** Brief **
Every line containing the word "WriteString" is to be copied from the data below.

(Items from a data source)
=== Begin Enclosure ===

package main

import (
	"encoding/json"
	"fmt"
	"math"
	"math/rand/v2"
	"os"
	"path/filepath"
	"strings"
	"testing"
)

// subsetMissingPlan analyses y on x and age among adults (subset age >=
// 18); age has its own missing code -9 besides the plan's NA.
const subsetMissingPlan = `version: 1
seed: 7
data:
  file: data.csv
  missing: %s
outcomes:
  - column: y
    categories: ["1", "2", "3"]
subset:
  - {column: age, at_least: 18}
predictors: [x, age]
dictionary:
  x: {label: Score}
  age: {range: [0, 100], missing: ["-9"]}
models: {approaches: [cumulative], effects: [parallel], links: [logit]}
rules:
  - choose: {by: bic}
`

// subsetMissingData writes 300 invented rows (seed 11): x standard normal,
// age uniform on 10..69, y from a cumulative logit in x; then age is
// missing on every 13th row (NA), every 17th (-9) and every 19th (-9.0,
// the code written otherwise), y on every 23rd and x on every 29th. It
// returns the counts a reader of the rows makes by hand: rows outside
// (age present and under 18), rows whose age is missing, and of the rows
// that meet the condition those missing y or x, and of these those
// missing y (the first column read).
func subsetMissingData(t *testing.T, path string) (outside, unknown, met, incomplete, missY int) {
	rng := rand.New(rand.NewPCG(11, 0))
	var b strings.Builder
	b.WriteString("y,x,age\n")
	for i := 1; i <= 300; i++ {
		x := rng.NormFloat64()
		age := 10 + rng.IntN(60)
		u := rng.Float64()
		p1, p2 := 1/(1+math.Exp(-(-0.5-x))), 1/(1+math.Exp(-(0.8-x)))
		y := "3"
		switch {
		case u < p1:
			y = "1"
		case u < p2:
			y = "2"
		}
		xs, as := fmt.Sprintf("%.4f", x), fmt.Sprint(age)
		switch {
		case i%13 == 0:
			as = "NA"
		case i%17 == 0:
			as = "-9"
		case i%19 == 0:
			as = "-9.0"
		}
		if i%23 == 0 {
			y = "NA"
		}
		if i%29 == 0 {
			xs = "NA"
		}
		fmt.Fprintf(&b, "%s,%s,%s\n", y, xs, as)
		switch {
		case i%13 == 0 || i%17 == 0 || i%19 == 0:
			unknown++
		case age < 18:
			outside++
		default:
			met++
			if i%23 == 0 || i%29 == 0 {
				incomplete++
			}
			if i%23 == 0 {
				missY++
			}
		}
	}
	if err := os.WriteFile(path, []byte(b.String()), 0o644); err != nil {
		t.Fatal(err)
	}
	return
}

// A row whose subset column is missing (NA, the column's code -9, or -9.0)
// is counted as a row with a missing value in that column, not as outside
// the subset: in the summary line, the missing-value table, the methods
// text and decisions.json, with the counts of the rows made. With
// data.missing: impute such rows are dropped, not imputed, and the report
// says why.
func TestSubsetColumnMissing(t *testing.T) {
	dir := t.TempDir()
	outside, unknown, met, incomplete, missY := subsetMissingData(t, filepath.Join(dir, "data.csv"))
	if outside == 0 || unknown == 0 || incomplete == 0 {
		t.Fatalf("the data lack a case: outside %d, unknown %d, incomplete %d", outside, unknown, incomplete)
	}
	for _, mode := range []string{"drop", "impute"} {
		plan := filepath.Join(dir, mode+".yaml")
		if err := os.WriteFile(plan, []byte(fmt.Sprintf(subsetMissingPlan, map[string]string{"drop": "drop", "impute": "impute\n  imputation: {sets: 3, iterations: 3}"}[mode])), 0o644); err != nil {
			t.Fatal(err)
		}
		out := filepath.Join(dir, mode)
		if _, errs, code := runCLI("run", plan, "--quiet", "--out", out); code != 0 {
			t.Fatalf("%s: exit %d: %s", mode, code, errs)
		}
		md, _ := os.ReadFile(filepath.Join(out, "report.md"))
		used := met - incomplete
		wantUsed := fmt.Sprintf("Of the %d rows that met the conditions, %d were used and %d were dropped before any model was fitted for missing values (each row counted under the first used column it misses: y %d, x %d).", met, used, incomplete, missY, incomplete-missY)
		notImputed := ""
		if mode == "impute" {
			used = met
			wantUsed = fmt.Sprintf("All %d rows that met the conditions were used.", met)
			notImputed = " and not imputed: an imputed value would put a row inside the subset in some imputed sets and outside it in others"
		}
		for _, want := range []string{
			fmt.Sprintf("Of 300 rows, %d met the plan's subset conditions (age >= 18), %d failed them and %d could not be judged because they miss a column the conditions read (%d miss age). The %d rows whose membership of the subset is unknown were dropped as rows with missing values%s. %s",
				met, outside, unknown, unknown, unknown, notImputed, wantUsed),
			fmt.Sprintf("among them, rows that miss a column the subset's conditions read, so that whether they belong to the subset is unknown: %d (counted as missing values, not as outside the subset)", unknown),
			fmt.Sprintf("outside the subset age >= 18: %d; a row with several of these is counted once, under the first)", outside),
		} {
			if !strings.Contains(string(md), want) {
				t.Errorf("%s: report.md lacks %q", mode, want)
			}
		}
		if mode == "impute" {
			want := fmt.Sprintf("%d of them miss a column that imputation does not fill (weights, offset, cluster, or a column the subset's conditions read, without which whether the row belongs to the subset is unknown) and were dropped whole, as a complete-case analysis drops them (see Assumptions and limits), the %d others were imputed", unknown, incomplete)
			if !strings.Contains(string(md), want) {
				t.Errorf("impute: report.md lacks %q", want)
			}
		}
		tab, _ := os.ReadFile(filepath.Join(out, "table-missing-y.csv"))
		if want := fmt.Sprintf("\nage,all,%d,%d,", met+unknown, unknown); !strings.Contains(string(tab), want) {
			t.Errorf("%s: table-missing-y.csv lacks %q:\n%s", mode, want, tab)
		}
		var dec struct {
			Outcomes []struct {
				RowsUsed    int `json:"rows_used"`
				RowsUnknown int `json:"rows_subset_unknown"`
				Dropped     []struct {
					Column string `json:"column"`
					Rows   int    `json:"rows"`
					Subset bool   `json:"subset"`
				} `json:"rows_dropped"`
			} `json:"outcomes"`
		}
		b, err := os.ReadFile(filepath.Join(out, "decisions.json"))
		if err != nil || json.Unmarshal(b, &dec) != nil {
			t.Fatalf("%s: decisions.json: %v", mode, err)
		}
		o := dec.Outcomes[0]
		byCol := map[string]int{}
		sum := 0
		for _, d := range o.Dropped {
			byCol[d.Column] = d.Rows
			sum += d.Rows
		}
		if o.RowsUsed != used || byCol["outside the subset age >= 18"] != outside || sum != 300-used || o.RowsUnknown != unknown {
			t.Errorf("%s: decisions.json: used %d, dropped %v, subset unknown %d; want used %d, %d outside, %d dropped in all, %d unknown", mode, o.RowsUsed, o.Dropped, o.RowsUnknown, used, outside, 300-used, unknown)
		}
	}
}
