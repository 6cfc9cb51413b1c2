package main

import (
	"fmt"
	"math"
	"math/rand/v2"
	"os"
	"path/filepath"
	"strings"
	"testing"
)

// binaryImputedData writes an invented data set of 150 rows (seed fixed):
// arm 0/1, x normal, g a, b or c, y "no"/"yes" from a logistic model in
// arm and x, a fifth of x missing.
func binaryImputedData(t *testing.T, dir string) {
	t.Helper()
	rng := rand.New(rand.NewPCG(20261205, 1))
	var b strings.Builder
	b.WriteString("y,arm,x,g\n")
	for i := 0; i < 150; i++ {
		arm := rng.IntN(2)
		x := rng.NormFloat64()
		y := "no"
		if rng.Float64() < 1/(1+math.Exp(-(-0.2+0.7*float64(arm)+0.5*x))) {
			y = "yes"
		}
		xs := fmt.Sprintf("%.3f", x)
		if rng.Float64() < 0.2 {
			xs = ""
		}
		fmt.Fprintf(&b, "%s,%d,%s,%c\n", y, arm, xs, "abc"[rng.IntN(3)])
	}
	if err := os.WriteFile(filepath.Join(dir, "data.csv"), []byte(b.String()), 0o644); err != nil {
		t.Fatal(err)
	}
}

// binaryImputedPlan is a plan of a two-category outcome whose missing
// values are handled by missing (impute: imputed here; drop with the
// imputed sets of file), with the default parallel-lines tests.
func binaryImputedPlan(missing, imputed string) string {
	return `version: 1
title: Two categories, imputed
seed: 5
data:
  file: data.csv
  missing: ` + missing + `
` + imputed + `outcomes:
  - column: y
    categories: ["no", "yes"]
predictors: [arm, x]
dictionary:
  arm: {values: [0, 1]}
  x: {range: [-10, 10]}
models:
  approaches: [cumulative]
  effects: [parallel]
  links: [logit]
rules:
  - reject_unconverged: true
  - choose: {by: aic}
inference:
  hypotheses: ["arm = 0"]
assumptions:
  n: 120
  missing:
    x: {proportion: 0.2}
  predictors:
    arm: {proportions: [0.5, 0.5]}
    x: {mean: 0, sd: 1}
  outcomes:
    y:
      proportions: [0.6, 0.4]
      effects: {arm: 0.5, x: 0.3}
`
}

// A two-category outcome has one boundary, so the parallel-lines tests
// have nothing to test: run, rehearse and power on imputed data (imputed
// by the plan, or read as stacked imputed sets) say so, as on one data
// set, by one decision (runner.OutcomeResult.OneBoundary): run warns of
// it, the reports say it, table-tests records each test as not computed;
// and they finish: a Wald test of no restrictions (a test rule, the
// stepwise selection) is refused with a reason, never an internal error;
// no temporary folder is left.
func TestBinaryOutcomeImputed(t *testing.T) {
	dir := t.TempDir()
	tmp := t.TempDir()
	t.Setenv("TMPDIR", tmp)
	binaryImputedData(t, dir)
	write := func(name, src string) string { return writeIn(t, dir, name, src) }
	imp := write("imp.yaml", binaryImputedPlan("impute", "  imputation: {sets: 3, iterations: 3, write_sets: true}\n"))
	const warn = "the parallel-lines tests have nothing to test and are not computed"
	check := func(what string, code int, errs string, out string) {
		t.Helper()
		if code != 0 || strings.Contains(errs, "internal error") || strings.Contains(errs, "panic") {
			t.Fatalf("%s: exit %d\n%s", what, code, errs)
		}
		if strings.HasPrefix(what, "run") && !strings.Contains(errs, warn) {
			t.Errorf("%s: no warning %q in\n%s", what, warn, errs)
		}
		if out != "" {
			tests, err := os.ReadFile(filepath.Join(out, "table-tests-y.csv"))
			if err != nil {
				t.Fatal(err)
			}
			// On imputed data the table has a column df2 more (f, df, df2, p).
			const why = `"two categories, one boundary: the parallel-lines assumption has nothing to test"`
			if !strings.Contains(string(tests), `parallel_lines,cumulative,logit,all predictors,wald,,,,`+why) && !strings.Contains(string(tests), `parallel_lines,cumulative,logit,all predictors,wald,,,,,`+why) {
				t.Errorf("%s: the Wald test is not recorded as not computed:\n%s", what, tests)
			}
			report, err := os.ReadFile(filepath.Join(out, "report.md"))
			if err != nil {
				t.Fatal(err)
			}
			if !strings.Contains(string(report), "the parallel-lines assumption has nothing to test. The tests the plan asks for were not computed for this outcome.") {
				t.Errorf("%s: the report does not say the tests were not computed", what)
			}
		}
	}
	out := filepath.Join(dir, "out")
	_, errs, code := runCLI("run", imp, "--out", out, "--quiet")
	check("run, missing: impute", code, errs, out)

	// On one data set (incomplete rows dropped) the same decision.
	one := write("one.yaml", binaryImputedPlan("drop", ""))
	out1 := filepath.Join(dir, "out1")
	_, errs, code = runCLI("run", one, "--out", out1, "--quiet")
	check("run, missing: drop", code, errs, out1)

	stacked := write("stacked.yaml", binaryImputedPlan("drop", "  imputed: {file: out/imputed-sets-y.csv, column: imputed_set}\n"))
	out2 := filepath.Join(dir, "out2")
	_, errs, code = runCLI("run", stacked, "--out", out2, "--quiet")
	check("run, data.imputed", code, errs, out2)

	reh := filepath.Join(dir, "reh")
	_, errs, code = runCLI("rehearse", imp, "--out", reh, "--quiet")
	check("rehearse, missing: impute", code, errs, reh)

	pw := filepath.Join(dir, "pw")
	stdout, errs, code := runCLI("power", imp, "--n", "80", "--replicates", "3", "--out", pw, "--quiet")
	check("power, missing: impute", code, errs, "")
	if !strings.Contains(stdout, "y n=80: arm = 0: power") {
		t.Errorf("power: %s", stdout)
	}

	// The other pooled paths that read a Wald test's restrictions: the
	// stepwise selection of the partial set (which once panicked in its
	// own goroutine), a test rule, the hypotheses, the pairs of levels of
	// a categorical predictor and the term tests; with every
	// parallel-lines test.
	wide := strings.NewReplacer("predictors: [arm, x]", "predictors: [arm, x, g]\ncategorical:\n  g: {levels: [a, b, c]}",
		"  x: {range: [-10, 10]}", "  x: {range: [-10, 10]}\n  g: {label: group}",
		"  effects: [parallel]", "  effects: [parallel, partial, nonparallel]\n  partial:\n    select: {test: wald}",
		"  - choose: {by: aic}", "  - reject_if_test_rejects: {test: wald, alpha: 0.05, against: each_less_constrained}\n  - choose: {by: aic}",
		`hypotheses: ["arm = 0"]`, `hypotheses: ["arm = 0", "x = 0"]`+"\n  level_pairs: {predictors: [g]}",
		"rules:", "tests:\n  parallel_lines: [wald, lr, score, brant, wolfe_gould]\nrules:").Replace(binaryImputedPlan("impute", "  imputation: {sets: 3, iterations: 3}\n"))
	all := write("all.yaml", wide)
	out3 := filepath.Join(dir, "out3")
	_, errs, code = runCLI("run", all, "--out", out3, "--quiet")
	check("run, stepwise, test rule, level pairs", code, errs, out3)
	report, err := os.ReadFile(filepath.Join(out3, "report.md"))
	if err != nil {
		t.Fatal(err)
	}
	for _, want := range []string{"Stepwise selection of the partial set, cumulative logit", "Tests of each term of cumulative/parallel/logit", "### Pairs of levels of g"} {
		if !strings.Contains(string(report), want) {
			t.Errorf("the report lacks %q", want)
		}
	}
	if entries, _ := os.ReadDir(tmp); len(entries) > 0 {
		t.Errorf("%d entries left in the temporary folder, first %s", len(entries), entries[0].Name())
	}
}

=== End Enclosure ===
=== Begin Enclosure ===

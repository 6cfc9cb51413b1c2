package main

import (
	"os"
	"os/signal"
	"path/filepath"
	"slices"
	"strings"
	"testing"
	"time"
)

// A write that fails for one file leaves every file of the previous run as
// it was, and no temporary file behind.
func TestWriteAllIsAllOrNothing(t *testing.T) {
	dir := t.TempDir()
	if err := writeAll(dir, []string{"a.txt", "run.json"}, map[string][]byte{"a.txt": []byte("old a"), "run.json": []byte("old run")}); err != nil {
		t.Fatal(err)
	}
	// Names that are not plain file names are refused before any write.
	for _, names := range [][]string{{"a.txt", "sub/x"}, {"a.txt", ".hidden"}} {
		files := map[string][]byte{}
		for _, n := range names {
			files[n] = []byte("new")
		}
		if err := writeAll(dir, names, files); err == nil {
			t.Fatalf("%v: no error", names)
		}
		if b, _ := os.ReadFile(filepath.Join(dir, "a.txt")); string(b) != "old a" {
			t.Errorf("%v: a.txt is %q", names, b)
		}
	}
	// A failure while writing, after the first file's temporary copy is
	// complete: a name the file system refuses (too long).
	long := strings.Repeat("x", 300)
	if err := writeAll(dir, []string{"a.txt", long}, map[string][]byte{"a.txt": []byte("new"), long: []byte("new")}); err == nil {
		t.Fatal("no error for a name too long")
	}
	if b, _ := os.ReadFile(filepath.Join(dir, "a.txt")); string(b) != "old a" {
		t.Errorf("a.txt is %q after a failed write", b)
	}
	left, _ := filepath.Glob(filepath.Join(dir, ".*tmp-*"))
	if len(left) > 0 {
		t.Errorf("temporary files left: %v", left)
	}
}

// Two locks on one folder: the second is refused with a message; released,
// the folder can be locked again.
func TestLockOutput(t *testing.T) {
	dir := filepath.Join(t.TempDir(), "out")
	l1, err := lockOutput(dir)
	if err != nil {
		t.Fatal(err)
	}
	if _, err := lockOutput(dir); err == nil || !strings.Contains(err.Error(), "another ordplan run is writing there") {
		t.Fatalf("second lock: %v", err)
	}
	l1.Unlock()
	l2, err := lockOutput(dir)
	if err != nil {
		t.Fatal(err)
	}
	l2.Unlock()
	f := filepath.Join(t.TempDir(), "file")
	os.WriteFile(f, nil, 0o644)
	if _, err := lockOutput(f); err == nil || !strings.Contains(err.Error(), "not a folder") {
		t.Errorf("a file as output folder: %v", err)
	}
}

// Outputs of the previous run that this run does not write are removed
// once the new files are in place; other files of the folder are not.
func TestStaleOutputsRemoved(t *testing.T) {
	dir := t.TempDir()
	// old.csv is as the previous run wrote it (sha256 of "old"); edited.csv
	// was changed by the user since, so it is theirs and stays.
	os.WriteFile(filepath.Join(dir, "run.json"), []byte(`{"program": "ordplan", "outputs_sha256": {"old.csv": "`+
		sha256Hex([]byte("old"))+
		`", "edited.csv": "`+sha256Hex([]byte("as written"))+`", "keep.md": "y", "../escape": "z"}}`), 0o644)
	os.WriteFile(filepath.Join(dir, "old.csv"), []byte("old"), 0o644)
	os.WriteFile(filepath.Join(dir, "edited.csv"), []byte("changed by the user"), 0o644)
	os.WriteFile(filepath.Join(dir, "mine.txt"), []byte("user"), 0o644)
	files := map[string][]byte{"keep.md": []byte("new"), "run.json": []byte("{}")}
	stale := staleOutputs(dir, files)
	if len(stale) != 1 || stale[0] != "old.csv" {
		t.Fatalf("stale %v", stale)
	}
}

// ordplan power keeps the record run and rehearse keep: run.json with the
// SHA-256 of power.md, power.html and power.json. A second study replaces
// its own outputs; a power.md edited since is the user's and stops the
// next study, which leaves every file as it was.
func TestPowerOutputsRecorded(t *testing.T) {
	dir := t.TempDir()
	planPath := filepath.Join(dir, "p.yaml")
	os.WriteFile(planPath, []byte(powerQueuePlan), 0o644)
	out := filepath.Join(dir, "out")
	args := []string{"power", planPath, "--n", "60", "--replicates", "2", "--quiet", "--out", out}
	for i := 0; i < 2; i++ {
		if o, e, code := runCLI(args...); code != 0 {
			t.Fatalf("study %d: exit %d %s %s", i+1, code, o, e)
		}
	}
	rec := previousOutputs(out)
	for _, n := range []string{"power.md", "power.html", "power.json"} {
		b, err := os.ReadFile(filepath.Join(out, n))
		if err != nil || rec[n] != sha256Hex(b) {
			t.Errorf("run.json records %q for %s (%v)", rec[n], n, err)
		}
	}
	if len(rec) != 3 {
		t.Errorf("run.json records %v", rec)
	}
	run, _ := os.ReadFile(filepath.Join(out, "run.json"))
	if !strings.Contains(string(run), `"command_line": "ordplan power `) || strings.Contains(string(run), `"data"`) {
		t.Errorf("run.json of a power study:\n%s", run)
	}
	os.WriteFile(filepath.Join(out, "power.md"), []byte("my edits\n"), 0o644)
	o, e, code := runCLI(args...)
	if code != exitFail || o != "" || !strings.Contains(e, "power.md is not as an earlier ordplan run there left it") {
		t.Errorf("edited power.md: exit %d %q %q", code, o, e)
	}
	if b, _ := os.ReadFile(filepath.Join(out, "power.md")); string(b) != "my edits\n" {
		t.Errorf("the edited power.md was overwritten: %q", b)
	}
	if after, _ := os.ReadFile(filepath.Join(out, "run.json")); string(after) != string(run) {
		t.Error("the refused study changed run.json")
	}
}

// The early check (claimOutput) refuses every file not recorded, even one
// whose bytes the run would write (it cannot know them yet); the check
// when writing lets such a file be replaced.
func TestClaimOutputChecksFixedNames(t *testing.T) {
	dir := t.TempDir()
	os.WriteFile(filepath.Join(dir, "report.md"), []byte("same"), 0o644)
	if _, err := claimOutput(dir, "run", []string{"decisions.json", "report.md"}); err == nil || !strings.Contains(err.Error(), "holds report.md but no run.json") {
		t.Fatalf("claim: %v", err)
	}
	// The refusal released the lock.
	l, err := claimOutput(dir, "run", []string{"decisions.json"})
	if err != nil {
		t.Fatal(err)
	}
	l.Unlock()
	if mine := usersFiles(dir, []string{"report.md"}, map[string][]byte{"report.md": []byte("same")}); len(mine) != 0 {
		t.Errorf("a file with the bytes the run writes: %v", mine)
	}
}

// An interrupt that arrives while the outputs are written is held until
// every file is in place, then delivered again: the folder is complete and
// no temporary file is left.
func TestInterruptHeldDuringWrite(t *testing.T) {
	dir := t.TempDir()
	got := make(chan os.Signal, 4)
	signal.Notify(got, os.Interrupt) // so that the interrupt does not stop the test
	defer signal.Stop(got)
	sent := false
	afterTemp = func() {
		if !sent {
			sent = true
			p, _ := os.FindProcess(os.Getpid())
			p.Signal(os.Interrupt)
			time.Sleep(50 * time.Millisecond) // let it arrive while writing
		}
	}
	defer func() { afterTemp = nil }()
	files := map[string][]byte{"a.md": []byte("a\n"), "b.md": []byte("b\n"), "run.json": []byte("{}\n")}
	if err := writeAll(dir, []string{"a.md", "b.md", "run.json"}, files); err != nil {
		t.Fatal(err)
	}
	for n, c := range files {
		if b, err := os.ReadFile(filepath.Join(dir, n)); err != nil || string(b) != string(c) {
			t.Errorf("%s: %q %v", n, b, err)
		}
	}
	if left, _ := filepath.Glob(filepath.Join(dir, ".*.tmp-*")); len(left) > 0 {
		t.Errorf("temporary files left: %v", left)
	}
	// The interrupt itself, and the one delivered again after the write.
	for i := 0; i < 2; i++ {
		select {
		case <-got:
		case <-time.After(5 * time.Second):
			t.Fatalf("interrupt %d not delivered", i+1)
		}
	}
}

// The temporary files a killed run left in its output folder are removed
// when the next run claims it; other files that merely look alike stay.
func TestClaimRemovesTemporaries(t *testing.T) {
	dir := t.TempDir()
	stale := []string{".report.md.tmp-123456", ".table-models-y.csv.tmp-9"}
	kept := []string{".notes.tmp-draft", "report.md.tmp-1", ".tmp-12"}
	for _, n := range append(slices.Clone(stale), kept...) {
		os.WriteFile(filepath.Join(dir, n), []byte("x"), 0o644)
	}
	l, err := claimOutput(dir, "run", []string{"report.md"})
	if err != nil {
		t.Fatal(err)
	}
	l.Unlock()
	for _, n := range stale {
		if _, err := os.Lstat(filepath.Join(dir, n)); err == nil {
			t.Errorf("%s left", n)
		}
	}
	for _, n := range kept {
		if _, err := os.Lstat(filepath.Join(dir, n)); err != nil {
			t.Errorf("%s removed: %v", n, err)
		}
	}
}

=== End Enclosure ===

** Exercise solution **
	b.WriteString("y,x,age\n")
	b.WriteString("y,arm,x,g\n")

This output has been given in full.